On January 3, 2022 2:06:30 PM UTC, Nikolay Bogoychev ***@***.***> wrote: The main problem as it stands currently is that if you try to load translateLocally (especially on Windows) with a gaming machine with 24 cores you would have a very annoying and inexplicable 6 second lag until you can do the first translation. I don't quite see the merit of lazy initialisation, I think most of the time the user would want to translate more than n sentences where n is the number of threads locally available and that initialisation in parallel of n workers would take as much time as initialising one worker (discarding factors such as turbo single thread boost) -- Reply to this email directly or view it on GitHub: #293 (comment) You are receiving this because you are subscribed to this thread. Message ID: ***@***.***>

XapaJIaMnu · 2022-01-04T19:25:04Z

Until this is done though, can we have a quick fix?

jelmervdl · 2022-01-05T09:31:02Z

From what I've gathered so far:

You need a graph and a scorer per device
Creating those scorers and calling graph->forward() is the slow bit
marian does it using a thread pool
Loading the model's data which works all the way through to binary::loadItems where each item either stores some model data on its own or using an external pointer (used for mmap) but those contents are always copied (to tensors).

So solving the loading speed regression would be loading in the worker threads as there is no way to avoid not initialising N graphs and N scorers. Either through lazy loading or having a bit more complex threadpool (there's one in marian's 3rd_party/threadpool.h) that can handle arbitrary tasks. Marian just opens a new threadpool for loading and translating which guarantees that loading has finished before any translating tasks are started. Its pretty similar to my std::async quick hack.

Sidetracked: I noticed that we now run a graph with a certain device id always in the same thread, but I can't find any code in tensor/cpu/backend.h that specifically calls for any affinity with that device id, it's just used seed the random generator.

There might be opportunities to reduce memory consumption a bit by hooking the loading from memory bundles into the mmap loading path. Maybe that's already happening, not sure yet.

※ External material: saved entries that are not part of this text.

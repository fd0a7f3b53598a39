/**
 * Training problems: a set of rows turned into the standardized form the solvers work on.
 *
 * Conventions (the contract documented in the README's method section):
 * - Observation weights w_i >= 0 are normalised to ω_i = w_i / Σw.
 * - With an intercept, each predictor is centred at its weighted mean and divided by its
 *   weighted population standard deviation sqrt(Σ ω_i (x_ij − x̄_j)²) (divisor Σw, not Σw − 1).
 * - The target is standardized too: ỹ = (y − ȳ) / s_y, s_y its weighted population standard
 *   deviation, so the penalty strength λ is unit-free: the same model whatever units the target
 *   is recorded in. Coefficients go back to the data's units as b_j = s_y · b̃_j / scale_j.
 * - Without an intercept nothing is centred; each predictor and the target are divided by their
 *   weighted root mean square sqrt(Σ ω_i v_i²), their spread about the model's origin.
 * - With standardization off the predictors' divisor is their unit (`columnUnits`, default 1:
 *   columns are only centred); the target is still divided by s_y, so λ stays unit-free.
 * - Centring is numerically stable: a centre is held in two parts, an anchor (one of the values,
 *   the one nearest the mean) and an offset (the weighted mean of the values less the anchor,
 *   corrected by one more pass), and values are centred as (x − anchor) − offset. The first
 *   difference is exact for values near the anchor, so a column of equal values centres to exact
 *   zeros and a large offset (dates as serial numbers, millisecond timestamps, 1e15 + z) costs no
 *   digits of the spread, though the centre itself, rounded to one double, would.
 * - A column is "frozen" (coefficient held at zero) when it is constant on these rows: its
 *   weighted SD about its centre is 0 or at most CONSTANT_SPREAD_RATIO (2^-52, one unit in the
 *   last place) times its largest |value| on rows with positive weight, i.e. its values differ
 *   by no more than rounding. In gram form, where spreads come from subtracting sums, a column
 *   whose variance is at most SUMS_CANCELLATION_RATIO times its mean square about the sums'
 *   shift is frozen too: that much is what the subtraction leaves from rounding (on the full data
 *   the shift is the column's own mean, so this only bites inside a fold). On the full data a
 *   frozen column is reported as constant; inside a cross-validation fold it sits that fold out.
 *   A target constant on a fold's training rows gives ỹ = 0 there (s_y taken as 1).
 * - Values are expected near 1 in magnitude: the caller (fit.ts) scales every column, the target
 *   and the weights by powers of two first (scale.ts), so no square overflows or underflows.
 *   Rows with weight 0 take no part; their standardized values are stored as 0.
 *
 * Two storage forms, chosen by the caller:
 * - "gram" (covariance updates): G̃ = X̃ᵀΩX̃ (p × p) and c̃ = X̃ᵀΩỹ. Built from block sums, so
 *   every cross-validation fold's problem costs O(p²) once the one pass over the data is done.
 * - "naive" (residual updates): the standardized rows X̃ (column-major), ω and ỹ.
 *
 * Long loops take an optional cancel signal and check it between columns (errors.ts).
 */
import { CancelSignal, throwIfCancelled } from "./errors";
import { ColumnMatrix, zeroMatrix } from "./matrix";

/**
 * A column (or target) is constant when its weighted SD about its centre is at most this times
 * its largest |value|: 2^-52, the spacing of doubles at 1, so its values differ by rounding only.
 */
export const CONSTANT_SPREAD_RATIO = 2 ** -52;

/**
 * Gram form: a variance from subtracted sums at most this times the mean square about the sums'
 * shift is rounding left by the subtraction, and the column (or target) counts as constant.
 */
export const SUMS_CANCELLATION_RATIO = 1e-12;
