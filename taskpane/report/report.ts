/**
 * The report sheet, as plain data: `buildReport` turns a finished fit (the engine's FitResult),
 * the encoded data it was fitted on (functions/dataset.ts), the settings and the ranges into a
 * `ReportSheet` (sheetHost.ts) that either sheet host writes out. Pure: no Office, no DOM.
 *
 * Layout (columns A to E hold the summary stack, the large tables sit to the right under the chart):
 *
 *   A1   title, when it was made, and the caution about shrunk coefficients
 *   A…   inputs (range addresses), settings, data summary (rows used and skipped, mean and SD of
 *        every column as fitted), text columns with their reference level, notes,
 *        the chosen point beside the other rule's point, the coefficient table
 *   G3   the chart of the coefficient path (log strength axis; coefficients in data units, as in
 *        the path table it plots, unlike the pane's path chart, which is per SD)
 *   G25  the cross-validation table (mix, strength, CV error, ± SE, terms kept)
 *   M25  the path table (strength, one column per term): the chart's data
 *
 * Numbers are written at full precision; number formats only change how they look.
 *
 * A yes/no (two-class) fit adds, in the same stack: two more cautions under the title (the
 * probabilities reflect the data's balance and coverage; the cutoff is a business decision), the
 * outcome and its classes in the data summary (the target's mean is the share of events), the CV
 * summary in its measure, in-sample log loss, Brier score and AUC in place of R² and RMSE, the
 * coefficients as log-odds with their odds ratios, and the table at the cutoff in words (events
 * caught, events missed, false alarms, correct all-clear) with accuracy, sensitivity and
 * specificity.
 */
import type { FitResult } from "../../engine/fit";
import type { TwoClassScore } from "../../engine/classMetrics";
import { INTERCEPT_LABEL, MIX_LABEL, RULE_WORDS } from "../../engine/words";
import type { Dataset } from "../../functions/dataset";
import { bestPointLabel, measureName, measureWithDirection, oddsRatio, type ClassCounts } from "../outcomeWords";
import { cellName, parseAddress, RangeAddress, spillArea } from "../host/address";
import type { CellValue, ReportBlock, ReportChart, ReportSheet } from "../host/sheetHost";
import { heldOutPoints, keptEntries, type HeldOutPoints } from "../charts/assuranceData";

export interface ReportInput {
  result: FitResult;
  /** The dataset the fit was made from (buildDataset / api.prepare). */
  dataset: Dataset;
  /** The settings as the pane shows them, name and value. */
  settings: readonly { name: string; value: CellValue }[];
  /** The ranges used, e.g. { label: "target", address: "'Roast log'!M1:M121" }. */
  ranges: readonly { label: string; address: string }[];
  /** When the report was made, as the pane writes it (e.g. "2026-12-03 14:05"). */
  timestamp: string;
  /** Wanted sheet name; default "Shrinkwise report". */
  name?: string;
  /** The `interval` setting (a level strictly between 0 and 1), or null/absent for none: the CV+ section measures intervals at it. */
  interval?: number | null;
  /** Held-out points already computed by the pane at `interval` (assuranceData.ts), to save computing them again. */
  heldOut?: HeldOutPoints | null;
}

export const REPORT_TITLE = "Shrinkwise report";
export const CAUTION =
  "Caution: penalized coefficients are shrunk toward zero on purpose. They are for prediction, not causal claims: a coefficient of zero does not mean a column has no effect, and a large one does not prove it causes anything.";

/** The cautions a yes/no fit adds under CAUTION: what its probabilities and its cutoff can and can't say. */
export const TWO_CLASS_CAUTIONS: readonly string[] = [
  "Caution: the probabilities are only as good as the data's balance and coverage. They carry the share of events in these rows, and they are trustworthy only for cases like the ones here: where the real share of events differs, or a case lies outside the range these rows cover, they will be off.",
  "Caution: the cutoff is a business decision, not a statistical one. Choose it by weighing what a missed event costs against what a false alarm costs; 0.5 is only a default.",
];

/** Number formats used on the report. */
export const FORMATS = {
  strength: "0.000E+00",
  mix: "0.00",
  count: "0",
  decimal: "0.0000",
} as const;


/** Where the right-hand zone starts (chart, then the large tables below it). */
const CHART_AT = "G3";
const TABLES_ROW = 25;
const CV_COLUMN = 7; // G
const GAP_COLUMNS = 1;

/** Mean and sample SD (n − 1) of a column of numbers; SD is "" with fewer than 2 values. */
export function meanAndSd(values: readonly number[]): { mean: number; sd: number | "" } {
  const n = values.length;
  if (n === 0) return { mean: NaN, sd: "" };
  let mean = 0;
  for (const v of values) mean += v;
  mean /= n;
  if (n < 2) return { mean, sd: "" };
  let sum = 0;
  for (const v of values) sum += (v - mean) * (v - mean);
  return { mean, sd: Math.sqrt(sum / (n - 1)) };
}

function ruleText(rule: FitResult["rule"], result?: FitResult): string {
  if (rule === "lowest" && result?.cv) return bestPointLabel(result.cv.measure);
  return rule === "fixed" ? "fixed strength (no cross-validation)" : RULE_WORDS[rule];
}

/** The two classes of a yes/no target as the data layer read them (functions/dataset.ts), or null (a number target). */
export function classesOf(dataset: Dataset): ClassCounts | null {
  return dataset.outcome === "two-class" ? dataset.classes : null;
}

/** A finite number, or "" for a value that can't be shown (NaN, ±Infinity). */
function num(value: number): CellValue {
  return Number.isFinite(value) ? value : "";
}

/** Stacks blocks down a column, one blank row between them. */
class Stack {
  readonly blocks: ReportBlock[] = [];
  constructor(
    private readonly column: number,
    private row: number,
  ) {}
  add(rows: CellValue[][], header: boolean, formats?: (string | null)[]): ReportBlock {
    const block: ReportBlock = { at: cellName(this.row, this.column), rows, header };
    if (formats) block.formats = formats;
    this.blocks.push(block);
    this.row += rows.length + 1;
    return block;
  }
}

/** Coefficient table rows: intercept, then terms in column order with reference levels shown. */
function coefficientRows(result: FitResult, dataset: Dataset): CellValue[][] {
  const twoClass = result.outcome === "two-class";
  const event = classesOf(dataset)?.event;
  const rows: CellValue[][] = twoClass
    ? [
        ["term", event === undefined ? "log-odds of the event" : `log-odds of '${event}'`, "odds ratio", "log-odds per SD"],
        [INTERCEPT_LABEL, num(result.intercept), "", ""],
      ]
    : [
        ["term", "coefficient", "standardized (per SD)"],
        [INTERCEPT_LABEL, num(result.intercept), ""],
      ];
  const termRow = (t: number): CellValue[] =>
    twoClass
      ? [result.terms[t], num(result.coefficients[t]), num(oddsRatio(result.coefficients[t])), num(result.standardizedCoefficients[t])]
      : [result.terms[t], num(result.coefficients[t]), num(result.standardizedCoefficients[t])];
  const encoded = dataset.encoder.columns.reduce((count, c) => count + (c.kind === "number" ? 1 : c.levels.length), 0);
  if (encoded !== result.terms.length) {
    // The dataset doesn't describe these terms: list the terms as they are.
    for (let t = 0; t < result.terms.length; t++) rows.push(termRow(t));
    return rows;
  }
  let t = 0;
  for (const column of dataset.encoder.columns) {
    if (column.kind === "number") {
      rows.push(termRow(t++));
      continue;
    }
    if (column.reference !== null) rows.push(twoClass ? [`${column.name}: ${column.reference} (reference)`, 0, 1, 0] : [`${column.name}: ${column.reference} (reference)`, 0, 0]);
    for (let k = 0; k < column.levels.length; k++) rows.push(termRow(t++));
  }
  return rows;
}

/** Data summary: counts, then mean and SD of the target and every term, as fitted. */
function dataRows(result: FitResult, dataset: Dataset): { facts: CellValue[][]; columns: CellValue[][] } {
  const facts: CellValue[][] = [
    ["data", "value"],
    ["rows used", dataset.rowsUsed],
    ["rows skipped (a blank or error cell)", dataset.rowsSkipped],
    ["header row", dataset.hasHeader ? "yes" : "no"],
    ["target", dataset.targetName],
    ["terms", dataset.names.length],
  ];
  const classes = result.outcome === "two-class" ? classesOf(dataset) : null;
  if (classes) {
    facts.push(
      ["outcome", "yes/no (two classes)"],
      ["event (the class whose probability is given)", classes.event],
      ["other class", classes.other],
      [`rows that are '${classes.event}'`, classes.eventCount],
      [`rows that are '${classes.other}'`, classes.otherCount],
    );
  }
  if (dataset.weightsColumn !== null) facts.push(["weights column", dataset.weightsColumn]);
  if (dataset.foldColumn !== null) facts.push(["fold column", dataset.foldColumn]);
  if (result.constantColumns.length > 0) facts.push(["constant (left out)", result.constantColumns.join(", ")]);
  const columns: CellValue[][] = [["column", "mean", "SD (n − 1)"]];
  const target = meanAndSd(dataset.target);
  if (classes) {
    // The target is 1 for the event, 0 otherwise: its mean is the share of events; an SD says nothing more.
    columns.push([`${dataset.targetName} (target: share that is '${classes.event}')`, num(target.mean), ""]);
  } else {
    columns.push([`${dataset.targetName} (target)`, num(target.mean), target.sd === "" ? "" : num(target.sd)]);
  }
  for (let j = 0; j < dataset.names.length; j++) {
    const values = dataset.predictors.map((row) => row[j]);
    const stats = meanAndSd(values);
    columns.push([dataset.names[j], num(stats.mean), stats.sd === "" ? "" : num(stats.sd)]);
  }
  return { facts, columns };
}

/** Text columns: reference level and the other levels (each a 0/1 term). */
function levelRows(dataset: Dataset): CellValue[][] | null {
  if (dataset.referenceLevels.length === 0) return null;
  const rows: CellValue[][] = [["text column", "reference level", "levels with a term"]];
  for (const reference of dataset.referenceLevels) {
    const column = dataset.encoder.columns.find((c) => c.kind === "text" && c.name === reference.column);
    rows.push([reference.column, reference.level, column && column.levels.length > 0 ? column.levels.join("; ") : "none (one level only)"]);
  }
  return rows;
}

Edit: when loading from a bundle, it's already using the same createScorers(Ptr<Options> options, const std::vector<const void*>& ptrs) where the mmap path would have ended up at.

Slightly related to this, there is the reduce memory consumption by sharing a workspace work that might speed up loading a second model because we can re-use the workspace.

jelmervdl · 2022-01-05T11:15:44Z

Quick test in translateLocally:

Benchmark 1: ./translateLocally-8cf63d4 -platform offscreen -m en-de-base -i ../../crime-and-punishment-1.txt -o /dev/null
  Time (mean ± σ):      7.012 s ±  0.092 s    [User: 12.772 s, System: 1.979 s]
  Range (min … max):    6.879 s …  7.147 s    10 runs

Benchmark 2: ./translateLocally-bundle-load -platform offscreen -m en-de-base -i ../../crime-and-punishment-1.txt -o /dev/null
  Time (mean ± σ):      7.731 s ±  0.049 s    [User: 14.143 s, System: 1.236 s]
  Range (min … max):    7.665 s …  7.831 s    10 runs

Benchmark 3: ./translateLocally-parallel-init -platform offscreen -m en-de-base -i ../../crime-and-punishment-1.txt -o /dev/null
  Time (mean ± σ):      3.440 s ±  0.029 s    [User: 14.313 s, System: 4.972 s]
  Range (min … max):    3.406 s …  3.485 s    10 runs

Benchmark 4: ./translateLocally-parallel-bundle-load -platform offscreen -m en-de-base -i ../../crime-and-punishment-1.txt -o /dev/null
  Time (mean ± σ):      3.095 s ±  0.015 s    [User: 15.131 s, System: 2.908 s]
  Range (min … max):    3.073 s …  3.122 s    10 runs

Looks like parallel loading benefits from using the bundle already.

bundle-load (patch for translateLocally):

diff --git a/src/MarianInterface.cpp b/src/MarianInterface.cpp
index 378b08402941b2a45f8907dc4109d0fb39a8759f..0b9d2af438c3bff09286788cb2e1ac048e79fb61 100644
--- a/src/MarianInterface.cpp
+++ b/src/MarianInterface.cpp
@@ -112,7 +113,10 @@ MarianInterface::MarianInterface(QObject *parent)
                     // service is done with it, which it is since all translation
                     // requests are effectively blocking in this thread.
                     auto modelConfig = makeOptions(modelChange->config_file, modelChange->settings);
-                    model = std::make_shared<marian::bergamot::TranslationModel>(modelConfig, marian::bergamot::MemoryBundle{}, modelChange->settings.cpu_threads);
+
+                    auto bundle = marian::bergamot::getMemoryBundleFromConfig(modelConfig);
+
+                    model = std::make_shared<marian::bergamot::TranslationModel>(modelConfig, std::move(bundle), modelChange->settings.cpu_threads);
                 } else if (input) {
                     if (model) {
                         std::future<int> wordCount = std::async(countWords, *input); // @TODO we're doing an "unnecessary" string copy here (necessary because we std::move input into service->translate)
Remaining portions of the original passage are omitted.